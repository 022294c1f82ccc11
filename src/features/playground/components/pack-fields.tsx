import { chemistries, chemistryIds } from '#shared/calc/chemistry/presets.ts';
import { PackSpecSchema } from '#shared/schemas/common.ts';
import type { ReactNode } from 'react';
import { describeField } from '../schema-hints.ts';
import { FieldGroup, NumberField, SelectField, TextField } from './fields.tsx';

export const chemistryOptions = chemistryIds.map((id) => ({ value: id, label: chemistries[id].name }));

const hint = (field: string) => describeField(PackSpecSchema, field);

/** The fields of a pack (PackSpec) under `base`, e.g. "input.pack"; which optional groups to show. */
export function PackFields({
  base,
  legend,
  state = false,
  resistance = false,
  limits = false,
  children,
  actions,
}: {
  base: string;
  legend: string;
  state?: boolean;
  resistance?: boolean;
  limits?: boolean | 'charge' | 'discharge';
  children?: ReactNode;
  actions?: ReactNode;
}) {
  const f = (name: string) => `${base}.${name}`;
  return (
    <FieldGroup legend={legend} actions={actions}>
      <TextField name={f('label')} label="Label" hint="Your name for the pack; echoed in the result." />
      <SelectField name={f('chemistry')} label="Chemistry" options={chemistryOptions} />
      <NumberField name={f('seriesCells')} label="Cells in series" hint={hint('seriesCells')} />
      <NumberField name={f('capacityAh')} label="Capacity" unit="Ah" hint={hint('capacityAh')} />
      {state ? (
        <>
          <NumberField name={f('stateOfChargePct')} label="State of charge" unit="%" hint={hint('stateOfChargePct')} />
          <NumberField name={f('restingVoltageV')} label="Rested voltage" unit="V" hint={hint('restingVoltageV')} />
        </>
      ) : null}
      {resistance ? <NumberField name={f('internalResistanceMOhm')} label="Internal resistance" unit="mΩ" hint={hint('internalResistanceMOhm')} /> : null}
      {limits === true || limits === 'discharge' ? (
        <>
          <NumberField name={f('maxContinuousDischargeA')} label="Max continuous discharge" unit="A" />
          <NumberField name={f('peakDischargeA')} label="Peak discharge" unit="A" hint="Leave empty to take twice the continuous limit." />
        </>
      ) : null}
      {limits === true || limits === 'charge' ? <NumberField name={f('maxChargeA')} label="Max charge current" unit="A" /> : null}
      {children}
    </FieldGroup>
  );
}
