/**
 * The widget bundle's budget and hygiene, on a fresh build: each file (the ES module and the classic
 * script, each the whole bundle) at most 35 kB gzipped; nothing a strict Content-Security-Policy forbids
 * (eval, new Function, HTML string sinks, inline handlers); no React; the manifest's SRI hashes match.
 */
import { createHash } from 'node:crypto';
import { mkdtempSync, readFileSync, rmSync } from 'node:fs';
import { tmpdir } from 'node:os';
import { join } from 'node:path';
import { fileURLToPath } from 'node:url';
import { gzipSync } from 'node:zlib';
import { afterAll, beforeAll, describe, expect, it } from 'vitest';
import { WIDGETS_VERSION } from './version.ts';
import type { WidgetsManifest } from './vite.config.ts';

const BUDGET_GZIP_BYTES = 35 * 1024;
const outDir = mkdtempSync(join(tmpdir(), 'ohmstead-widgets-build-'));
let manifest: WidgetsManifest;

beforeAll(async () => {
  const { build } = await import('vite');
  await build({ configFile: fileURLToPath(new URL('./vite.config.ts', import.meta.url)), logLevel: 'silent', build: { outDir } });
  manifest = JSON.parse(readFileSync(join(outDir, 'manifest.json'), 'utf8')) as WidgetsManifest;
}, 60_000);
afterAll(() => rmSync(outDir, { recursive: true, force: true }));

describe('the widget bundle', () => {
  it('when built, then it is one ES module and one classic script of this version', () => {
    expect(manifest.version).toBe(WIDGETS_VERSION);
    expect(manifest.files.map((f) => f.name).sort()).toEqual(['ohmstead-widgets.classic.js', 'ohmstead-widgets.js']);
  });

  it('when gzipped, then each file is within the 35 kB budget', () => {
    for (const file of manifest.files) {
      const code = readFileSync(join(outDir, file.name));
      const gzipped = gzipSync(code, { level: 9 }).length;
      expect(gzipped).toBe(file.gzipBytes);
      console.log(`${file.name}: ${code.length} B, ${gzipped} B gzipped (budget ${BUDGET_GZIP_BYTES})`);
      expect(gzipped).toBeLessThanOrEqual(BUDGET_GZIP_BYTES);
    }
  });

  it('when read, then it holds nothing a strict CSP refuses and no React, and the SRI hashes match', () => {
    for (const file of manifest.files) {
      const code = readFileSync(join(outDir, file.name));
      const text = code.toString('utf8');
      expect(text).not.toMatch(/\beval\s*\(|new Function\s*\(|\.innerHTML\s*=|\.outerHTML\s*=|insertAdjacentHTML|document\.write|setAttribute\(\s*["']on/);
      expect(text).not.toMatch(/react-dom|__SECRET_INTERNALS|createElement\("div",\s*null/);
      expect(file.integrity).toBe(`sha384-${createHash('sha384').update(code).digest('base64')}`);
    }
  });

  it('when both files are compared, then the classic script defines the same tags', () => {
    for (const file of manifest.files) {
      const text = readFileSync(join(outDir, file.name), 'utf8');
      for (const tag of ['ohmstead-compatibility', 'ohmstead-pack-value', 'ohmstead-wire-fuse', 'ohmstead-charge-time']) expect(text).toContain(tag);
    }
  });
});
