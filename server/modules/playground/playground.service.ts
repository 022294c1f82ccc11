/**
 * The key check of a playground call. The console never holds a server key's secret (it is shown once
 * and stored only as a keyed hash), so the signed-in member names one of the organization's keys by id
 * and the call runs under it: the same conditions as the v1 key check (the key exists in this
 * organization, is not revoked, not expired) plus the playground's own (a server key: embed keys are for
 * the sites they list). The limits are the organization's, exactly as the v1 resolver reads them.
 */
import { effectiveLimits } from '#shared/plans.ts';
import type { Db } from '../../db/client.ts';
import { AppError } from '../../http/problem.ts';
import type { ResolvedKey } from '../keys/key-resolver.ts';
import { findKeyWithOrganization } from './playground.queries.ts';

function keyProblem(detail: string, code: string): AppError {
  return new AppError('validation-error', detail, { errors: [{ pointer: '#/keyId', detail, code }] });
}

export async function resolvePlaygroundKey(db: Db, organizationId: string, keyId: string, now = new Date()): Promise<ResolvedKey> {
  const row = await findKeyWithOrganization(db, organizationId, keyId);
  if (!row) throw new AppError('not-found', 'No such key in this organization.', { errors: [{ pointer: '#/keyId', detail: 'No such key in this organization.', code: 'key_not_found' }] });
  const { key } = row;
  if (key.kind !== 'server') {
    throw keyProblem('The playground runs calls under a server key. Embed keys work only from the sites they list.', 'key_not_server');
  }
  if (key.revokedAt) throw keyProblem(`The key "${key.name}" has been revoked. Choose another key, or create one on the Keys page.`, 'key_revoked');
  if (key.expiresAt && key.expiresAt.getTime() <= now.getTime()) {
    throw keyProblem(`The key "${key.name}" has expired. Choose another key, or create one on the Keys page.`, 'key_expired');
  }
  const limits = effectiveLimits(row.organization);
  return {
    id: key.id,
    organizationId: key.organizationId,
    kind: key.kind,
    name: key.name,
    allowedOrigins: key.allowedOrigins,
    revokedAt: key.revokedAt,
    expiresAt: key.expiresAt,
    planId: limits.plan.id,
    monthlyQuotaCalls: limits.monthlyQuotaCalls,
    ratePerMinuteCalls: limits.ratePerMinuteCalls,
  };
}
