import { NavLink, Route, Routes, useParams } from 'react-router';
import { PageHeader } from '../../../components/ui/feedback.tsx';
import { calculations } from '../calcs/index.ts';
import { CalculationPage } from './calculation-page.tsx';

function CalculationList() {
  return (
    <div>
      <PageHeader
        title="Playground"
        summary="Try every calculation with a form, read the result, and copy the same request as code. Each run is a real call under one of your server keys, so it shows in Usage."
      />
      <ul className="grid gap-3 sm:grid-cols-2 xl:grid-cols-3">
        {calculations.map((c) => (
          <li key={c.slug}>
            <NavLink to={c.slug} className="block h-full rounded-lg border border-line bg-white/70 p-4 hover:border-copper">
              <span className="font-semibold text-copper">{c.title}</span>
              <span className="mt-1 block text-sm text-graphite-soft">{c.summary}</span>
              <span className="mt-2 block font-mono text-xs text-graphite-soft">POST {c.endpoint}</span>
            </NavLink>
          </li>
        ))}
      </ul>
    </div>
  );
}

function Calculation() {
  const { slug } = useParams();
  const definition = calculations.find((c) => c.slug === slug);
  if (!definition) {
    return (
      <div>
        <PageHeader title="No such calculation" summary="Choose one from the list." />
      </div>
    );
  }
  // A fresh form per calculation.
  return <CalculationPage key={definition.slug} definition={definition} />;
}

/** /playground and /playground/<calculation>. */
export function PlaygroundPage() {
  return (
    <div className="lg:grid lg:grid-cols-[13rem_minmax(0,1fr)] lg:gap-8">
      <nav aria-label="Calculations" className="mb-6 lg:mb-0">
        <p className="mb-2 text-xs font-semibold uppercase tracking-wide text-graphite-soft">Calculations</p>
        <ul className="flex flex-wrap gap-1 lg:flex-col">
          {calculations.map((c) => (
            <li key={c.slug}>
              <NavLink
                to={`/playground/${c.slug}`}
                className={({ isActive }) =>
                  `block rounded-md px-3 py-1.5 text-sm ${isActive ? 'bg-copper-wash font-medium text-[#8f4b1c]' : 'text-graphite-soft hover:bg-paper-deep hover:text-graphite'}`
                }
              >
                {c.title}
              </NavLink>
            </li>
          ))}
        </ul>
      </nav>
      <div className="min-w-0">
        <Routes>
          <Route index element={<CalculationList />} />
          <Route path=":slug" element={<Calculation />} />
        </Routes>
      </div>
    </div>
  );
}
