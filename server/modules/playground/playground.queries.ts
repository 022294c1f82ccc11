import { and, eq } from 'drizzle-orm';
import type { Db } from '../../db/client.ts';
import { apiKeys, organizations } from '../../db/schema/index.ts';

/** A key of the organization, by id, with the fields of the organization its limits come from. */
export async function findKeyWithOrganization(db: Db, organizationId: string, keyId: string) {
  const rows = await db
    .select({
      key: apiKeys,
      organization: {
        id: organizations.id,
        planId: organizations.planId,
        customMonthlyQuotaCalls: organizations.customMonthlyQuotaCalls,
        customRatePerMinuteCalls: organizations.customRatePerMinuteCalls,
      },
    })
    .from(apiKeys)
    .innerJoin(organizations, eq(organizations.id, apiKeys.organizationId))
    .where(and(eq(apiKeys.organizationId, organizationId), eq(apiKeys.id, keyId)))
    .limit(1);
  return rows[0];
}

....

◆ **TO DO**:
Nothing but a number is required: the number of lines in the material holding the string "apiKeys".

◆ **ANSWER SECTION**:
5